Exercise
Lines that include "keys" make up the answer; copy all of them from the data below.

Content starts

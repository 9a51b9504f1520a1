"""The reduction table in the store, one entry an integral, so that a few are read without the rest."""

from __future__ import annotations

import json
from collections.abc import Iterable, Mapping, Sequence
from dataclasses import dataclass

import ibpred
from ibpred.digest import JsonData, canonical_bytes, digest
from ibpred.errors import StoreError
from ibpred.exact.codec import from_data, to_data
from ibpred.exact.grammar import parse_rational
from ibpred.exact.rational import Ring
from ibpred.family.definition import FamilyDefinition
from ibpred.identities.quantities import Integral
from ibpred.reconstruct.functions import Evidence
from ibpred.reduction.recording import Effort
from ibpred.reduction.several import CommonTable
from ibpred.reduction.wanted import Combination
from ibpred.run.storage.store import Store

Terms = tuple[tuple[int, str], ...]
"""(index of a master, coefficient as text), masters ascending; empty for an integral that vanishes."""


@dataclass(frozen=True)
class Batch:
    """How some rows were obtained: evidence and effort of the reconstructions."""

    evidence: tuple[Evidence, ...]
    effort: tuple[Effort, ...]


@dataclass(frozen=True)
class TableRows:
    """Reductions of some families' integrals to given masters, as far as they are known.

    Attributes
    ----------
    store
        Where they are.
    collection
        Digest of the families and the masters: a row depends on nothing else.
    masters
        The masters.
    ring
        Of the coefficients.
    """

    store: Store
    collection: str
    masters: tuple[Integral, ...]
    ring: Ring

    def missing(self, wanted: Sequence[Integral]) -> tuple[Integral, ...]:
        """Those of the wanted integrals that are not known."""
        return tuple(integral for integral in wanted if not self.store.has(self._key(integral)))

    def terms(self, integral: Integral) -> Terms:
        """The reduction of an integral, coefficients factored.

        Raises
        ------
        StoreError
            If there is none, or it is damaged.
        """
        _, found = self._row(integral)
        return tuple((index, text) for index, text in found)

    def combination(self, integral: Integral) -> Combination:
        """The same with exact coefficients."""
        return tuple((index, parse_rational(text, self.ring)) for index, text in self.terms(integral))

    def batches(self, wanted: Iterable[Integral]) -> tuple[Batch, ...]:
        """How the rows of some integrals were obtained."""
        keys = dict.fromkeys(self._row(integral)[0] for integral in wanted)
        return tuple(from_data(Batch, self.store.get(key)) for key in keys)

    def put(self, table: CommonTable) -> None:
        """Store the rows of a table to the same masters, all of them together."""
        if table.masters != self.masters:
            raise ValueError("the table has other masters")
        batch = digest([self.collection, "batch", to_data(tuple(table.reductions))])
        with self.store.transaction():
            self.store.put(batch, "evidence", to_data(Batch(table.evidence, table.effort)))
            for integral, combination in table.reductions.items():
                terms: JsonData = [[index, value.factored_text()] for index, value in combination]
                self.store.put_bytes(self._key(integral), "reduction", canonical_bytes([batch, terms]))

    def _key(self, integral: Integral) -> str:
        number, powers = integral
        return digest([self.collection, number, list(powers)])

    def _row(self, integral: Integral) -> tuple[str, list[tuple[int, str]]]:
        body = self.store.get_bytes(self._key(integral))
        if body is None:
            raise StoreError(f"{self.store.path} holds no reduction of {integral[1]}; reduce it first")
        batch, terms = json.loads(body)
        return batch, terms


def table_rows(store: Store, families: Sequence[FamilyDefinition], masters: Sequence[Integral]) -> TableRows:
    """The rows for families (crossed ones included) and their masters."""
    content = [[to_data(family) for family in families], to_data(tuple(masters))]
    collection = digest(["reductions", ibpred.__version__, *content])
    return TableRows(store, collection, tuple(masters), families[0].full_ring)


def reductions_of(rows: TableRows, wanted: Iterable[Integral]) -> Mapping[Integral, Combination]:
    """Exact reductions of some integrals."""
    return {integral: rows.combination(integral) for integral in wanted}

Content ends

Problem solution
        keys = dict.fromkeys(self._row(integral)[0] for integral in wanted)
        return tuple(from_data(Batch, self.store.get(key)) for key in keys)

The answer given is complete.